Directions for this task: Return exactly the lines below, starting with the one that has "of one scheme." and going on through the one that has "per bucket id".

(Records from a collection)
package relpos

import (
	"math"
	"sort"
)

// QuantilePoints are the probabilities of the reported |Δ| quantiles.
var QuantilePoints = []float64{0.5, 0.9, 0.95, 0.99, 0.999}

// Report is the coverage of a tally: per offset kind and scheme, and broken down by
// instrument class and dataset. With sampling, counts are those of the sampled pairs
// and every share has a Wilson confidence interval.
type Report struct {
	Pairs      Mode    `json:"pairs"` // causal or bidirectional
	TimeUnit   string  `json:"time_unit,omitempty"`
	Sampled    bool    `json:"sampled"`
	Sample     float64 `json:"sample,omitempty"`     // share of pairs sampled
	Confidence float64 `json:"confidence,omitempty"` // of the intervals
	Windows    int64   `json:"windows"`
	Tokens     int64   `json:"tokens"`
	// NoPitch counts the pairs in which a token has no pitch: they have token distance
	// and time offsets but no pitch offset.
	NoPitch  int64      `json:"no_pitch"`
	Distance KindReport `json:"distance"`
	Time     KindReport `json:"time"`
	Pitch    KindReport `json:"pitch"`
	// Instruments breaks the pairs down into drum pairs and pitched-instrument pairs.
	Instruments []ClassReport `json:"instruments,omitempty"`
	// Joint is the time × pitch table, when configured.
	Joint *JointReport `json:"joint,omitempty"`
	// Datasets breaks the report down per dataset, in name order.
	Datasets []DatasetReport `json:"datasets,omitempty"`
}

// Kind returns the report of one offset kind.
func (r *Report) Kind(k Kind) *KindReport {
	switch k {
	case Distance:
		return &r.Distance
	case Time:
		return &r.Time
	}
	return &r.Pitch
}

// ClassReport is the coverage of the pairs of one instrument class.
type ClassReport struct {
	Class    string     `json:"class"` // drums or pitched
	Distance KindReport `json:"distance"`
	Time     KindReport `json:"time"`
	Pitch    KindReport `json:"pitch"`
}

// DatasetReport is the coverage of one dataset's windows.
type DatasetReport struct {
	Dataset  string     `json:"dataset"`
	Windows  int64      `json:"windows"`
	Tokens   int64      `json:"tokens"`
	NoPitch  int64      `json:"no_pitch"`
	Distance KindReport `json:"distance"`
	Time     KindReport `json:"time"`
	Pitch    KindReport `json:"pitch"`
}

// KindReport is the coverage of one offset kind.
type KindReport struct {
	Pairs int64 `json:"pairs"`
	// Max is the largest |Δ| counted (exact).
	Max       int64          `json:"max"`
	Quantiles []Quantile     `json:"quantiles"`
	Schemes   []SchemeReport `json:"schemes"`
	// Recommend gives, for each linear width in use, the smallest clip reaching each target.
	Recommend []Recommendation `json:"recommend,omitempty"`
	// Budget lists the (width, clip) pairs that fit the embedding budget.
	Budget []BudgetFit `json:"budget,omitempty"`
}

// Quantile is a quantile of |Δ|: the smallest magnitude a such that a share P of the
// pairs have |Δ| ≤ a. Where only a bracket is known (time offsets beyond the exact
// range), Low ≤ quantile ≤ Value and Exact is false; the bracket is at most 1/12 of
// Value wide.
type Quantile struct {
	P     float64 `json:"p"`
	Value int64   `json:"value"`
	Low   int64   `json:"low"`
	Exact bool    `json:"exact"`
}

// Interval is a confidence interval of a share.
type Interval struct {
	Low  float64 `json:"low"`
	High float64 `json:"high"`
}

// SchemeReport is the coverage of one scheme.
type SchemeReport struct {
	Name    string  `json:"name"`
	Scheme  string  `json:"scheme"`
	Pairs   int64   `json:"pairs"`
	Inside  int64   `json:"inside"`
	SatLow  int64   `json:"sat_low"`
	SatHigh int64   `json:"sat_high"`
	Buckets []int64 `json:"buckets"` // pairs per bucket id
	// Offsets are the offsets of each bucket id, [from, to] with null for an open end.
	Offsets [][2]*int64 `json:"offsets"`
	// Shares of Pairs.
	InsideShare  float64   `json:"inside_share"`
	SatLowShare  float64   `json:"sat_low_share"`
	SatHighShare float64   `json:"sat_high_share"`
	BucketShares []float64 `json:"bucket_shares"`
	// Unused lists the bucket ids no pair reached.
	Unused []int `json:"unused"`
	// Entropy (nats) of the bucket distribution and exp(Entropy), the effective number
	// of buckets.
	Entropy   float64 `json:"entropy"`
	Effective float64 `json:"effective_buckets"`
	// Intervals, with sampling only.
	InsideCI  *Interval  `json:"inside_ci,omitempty"`
	SatLowCI  *Interval  `json:"sat_low_ci,omitempty"`
	SatHighCI *Interval  `json:"sat_high_ci,omitempty"`
	BucketCI  []Interval `json:"bucket_ci,omitempty"`
}

// Recommendation is the smallest clip k of a linear scheme of a width whose range holds
// a target share of the pairs (|Δ| < (k+1)·width). When the quantile is only bracketed,
// the clip lies in [Clip, ClipHigh].
type Recommendation struct {
	Width    int     `json:"width"`
	Target   float64 `json:"target"`
	Clip     int64   `json:"clip"`
	ClipHigh int64   `json:"clip_high"`
	Rows     int64   `json:"rows"` // embedding rows the pairs reach: k+1 for causal distance and time, else 2k+1
	Exact    bool    `json:"exact"`
}

// BudgetFit is the largest linear scheme of a width whose rows fit the budget.
type BudgetFit struct {
	Width  int       `json:"width"`
	Clip   int       `json:"clip"`
	Rows   int       `json:"rows"`
	Inside float64   `json:"inside_share"`
	CI     *Interval `json:"inside_ci,omitempty"`
}

// JointReport is the 2-D table of time bucket × pitch bucket over pairs where both
// tokens have a pitch.
type JointReport struct {
	TimeScheme  string    `json:"time_scheme"`
	PitchScheme string    `json:"pitch_scheme"`
	Pairs       int64     `json:"pairs"`
	Counts      [][]int64 `json:"counts"` // [time bucket][pitch bucket]
	// Offsets of each time and pitch bucket, [from, to] with null for an open end.
	TimeOffsets  [][2]*int64 `json:"time_offsets"`
	PitchOffsets [][2]*int64 `json:"pitch_offsets"`
}

// rank is the number of pairs a share p of n must reach: the smallest integer ≥ p·n,
// at least 1.
func rank(p float64, n int64) int64 {
	r := int64(math.Ceil(p * float64(n)))
	return max(r, 1)
}

// Report returns the coverage of a tally of this counter. timeUnit names the unit of
// time offsets in the report (e.g. "ms").
func (c *Counter) Report(t *Tally, timeUnit string) *Report {
	r := &Report{Pairs: c.cfg.Pairs, TimeUnit: timeUnit, Sampled: t.sampled, Windows: t.Windows,
		Tokens: t.Tokens, NoPitch: t.NoPitch}
	if t.sampled {
		r.Sample, r.Confidence = c.cfg.Sample, c.cfg.Confidence
	}
	for _, k := range Kinds {
		*r.Kind(k) = c.kindReport(c.view(&t.all, k, true), k)
	}
	if *c.cfg.Instruments {
		for cl := range numClasses {
			cr := ClassReport{Class: Class(cl).String()}
			cr.Distance = c.kindReport(c.view(&t.class[cl], Distance, false), Distance)
			cr.Time = c.kindReport(c.view(&t.class[cl], Time, false), Time)
			cr.Pitch = c.kindReport(c.view(&t.class[cl], Pitch, false), Pitch)
			r.Instruments = append(r.Instruments, cr)
		}
	}
	if c.jointT != nil {
		j := &JointReport{TimeScheme: c.jointT.Name, PitchScheme: c.jointP.Name,
			TimeOffsets: bucketOffsets(c.jointT), PitchOffsets: bucketOffsets(c.jointP)}
		np := c.jointP.Buckets()
		for b := range c.jointT.Buckets() {
			row := append([]int64(nil), t.joint[b*np:(b+1)*np]...)
			for _, v := range row {
				j.Pairs += v
			}
			j.Counts = append(j.Counts, row)
		}
		r.Joint = j
	}
	return r
}

// ReportDatasets returns the report of the total with a breakdown per dataset.
func (c *Counter) ReportDatasets(total *Tally, byDataset map[string]*Tally, timeUnit string) *Report {
	r := c.Report(total, timeUnit)
	names := make([]string, 0, len(byDataset))
	for name := range byDataset {
		names = append(names, name)
	}
	sort.Strings(names)
	for _, name := range names {
		d := c.Report(byDataset[name], timeUnit)
		r.Datasets = append(r.Datasets, DatasetReport{Dataset: name, Windows: d.Windows, Tokens: d.Tokens,
			NoPitch: d.NoPitch, Distance: d.Distance, Time: d.Time, Pitch: d.Pitch})
	}
	return r
}

func (c *Counter) kindReport(v *view, k Kind) KindReport {
	kr := KindReport{Pairs: v.pairs, Max: v.maxAbs}
	kr.Quantiles = make([]Quantile, 0, len(QuantilePoints)+1)
	for _, p := range QuantilePoints {
		kr.Quantiles = append(kr.Quantiles, v.quantile(p))
	}
	kr.Quantiles = append(kr.Quantiles, Quantile{P: 1, Value: v.maxAbs, Low: v.maxAbs, Exact: true})
	for i, s := range c.schemes[k] {
		kr.Schemes = append(kr.Schemes, c.schemeReport(s, v.schemeCounts(s, i), v.sampled))
	}
	// Recommendations for every linear width in use (width 1 when none is).
	var widths []int
	seen := map[int]bool{}
	for _, s := range c.schemes[k] {
		if s.Type == TypeLinear && !seen[s.Width] {
			seen[s.Width] = true
			widths = append(widths, s.Width)
		}
	}
	if len(widths) == 0 {
		widths = []int{1}
	}
	for _, w := range widths {
		for _, target := range c.cfg.Targets {
			if v.pairs == 0 {
				break
			}
			q := v.quantile(target)
			lo, hi := q.Low/int64(w), q.Value/int64(w)
			kr.Recommend = append(kr.Recommend, Recommendation{Width: w, Target: target, Clip: lo, ClipHigh: hi,
				Rows: c.rows(hi, k), Exact: lo == hi})
		}
	}
	if clip := c.budgetClip(k); clip >= 0 && v.pairs > 0 {
		for _, w := range c.cfg.BudgetWidths.of(k) {
			n := v.absAtMost(int64(clip+1)*int64(w) - 1)
			f := BudgetFit{Width: w, Clip: clip, Rows: int(c.rows(int64(clip), k)), Inside: float64(n) / float64(v.pairs)}
			if v.sampled {
				ci := wilson(n, v.pairs, c.cfg.Confidence)
				f.CI = &ci
			}
			kr.Budget = append(kr.Budget, f)
		}
	}
	return kr
}

// rows is the number of embedding rows the pairs of kind reach with clip k.
func (c *Counter) rows(k int64, kind Kind) int64 {
	if c.oneSided(kind) {
		return k + 1
	}
	return 2*k + 1
}

func (c *Counter) schemeReport(s *Scheme, sc SchemeCounts, sampled bool) SchemeReport {
	r := SchemeReport{Name: s.Name, Scheme: s.Type, Pairs: sc.Pairs, Inside: sc.Inside, SatLow: sc.SatLow,
		SatHigh: sc.SatHigh, Buckets: sc.Buckets, BucketShares: make([]float64, len(sc.Buckets)), Unused: []int{}}
	r.Offsets = bucketOffsets(s)
	share := func(n int64) float64 {
		if sc.Pairs == 0 {
			return 0
		}
		return float64(n) / float64(sc.Pairs)
	}
	r.InsideShare, r.SatLowShare, r.SatHighShare = share(sc.Inside), share(sc.SatLow), share(sc.SatHigh)
	for b, n := range sc.Buckets {
		p := share(n)
		r.BucketShares[b] = p
		if n == 0 {
			r.Unused = append(r.Unused, b)
		} else {
			r.Entropy -= p * math.Log(p)
		}
	}
	r.Entropy = math.Abs(r.Entropy) // no −0
	r.Effective = math.Exp(r.Entropy)
	if sampled && sc.Pairs > 0 {
		z := c.cfg.Confidence
		in, lo, hi := wilson(sc.Inside, sc.Pairs, z), wilson(sc.SatLow, sc.Pairs, z), wilson(sc.SatHigh, sc.Pairs, z)
		r.InsideCI, r.SatLowCI, r.SatHighCI = &in, &lo, &hi
		for _, n := range sc.Buckets {
			r.BucketCI = append(r.BucketCI, wilson(n, sc.Pairs, z))
		}
	}
	return r
}

// quantile returns the p-quantile of |Δ|.
func (v *view) quantile(p float64) Quantile {
	q := Quantile{P: p}
	if v.pairs == 0 {
		q.Exact = true
		return q
	}
	need := rank(p, v.pairs)
	if v.exactHist() {
		// Binary search over magnitudes: absAtMost is non-decreasing.
		lo, hi := int64(0), v.maxAbs
		for lo < hi {
			m := lo + (hi-lo)/2
			if v.absAtMost(m) >= need {
				hi = m
			} else {
				lo = m + 1
			}
		}
		q.Value, q.Low, q.Exact = lo, lo, true
		return q
	}
	prev := int64(-1)
	for _, a := range v.mags {
		if a >= v.maxAbs || v.absAtMost(a) >= need {
			q.Value = min(a, v.maxAbs)
			q.Low = min(prev+1, q.Value)
			q.Exact = q.Low == q.Value
			return q
		}
		prev = a
	}
	q.Value, q.Low = v.maxAbs, prev+1
	q.Exact = q.Low == q.Value
	return q
}

// bucketOffsets returns the offset range of each bucket id (the hull of its segments).
func bucketOffsets(s *Scheme) [][2]*int64 {
	out := make([][2]*int64, s.Buckets())
	set := make([]bool, s.Buckets())
	for _, g := range s.segs {
		var lo, hi *int64
		if g.Lo != math.MinInt64 {
			v := g.Lo
			lo = &v
		}
		if g.Hi != math.MaxInt64 {
			v := g.Hi
			hi = &v
		}
		b := g.Bucket
		if !set[b] {
			out[b], set[b] = [2]*int64{lo, hi}, true
			continue
		}
		if lo == nil || (out[b][0] != nil && *lo < *out[b][0]) {
			out[b][0] = lo
		}
		if hi == nil || (out[b][1] != nil && *hi > *out[b][1]) {
			out[b][1] = hi
		}
	}
	return out
}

Answer space:
// SchemeReport is the coverage of one scheme.
type SchemeReport struct {
	Name    string  `json:"name"`
	Scheme  string  `json:"scheme"`
	Pairs   int64   `json:"pairs"`
	Inside  int64   `json:"inside"`
	SatLow  int64   `json:"sat_low"`
	SatHigh int64   `json:"sat_high"`
	Buckets []int64 `json:"buckets"` // pairs per bucket id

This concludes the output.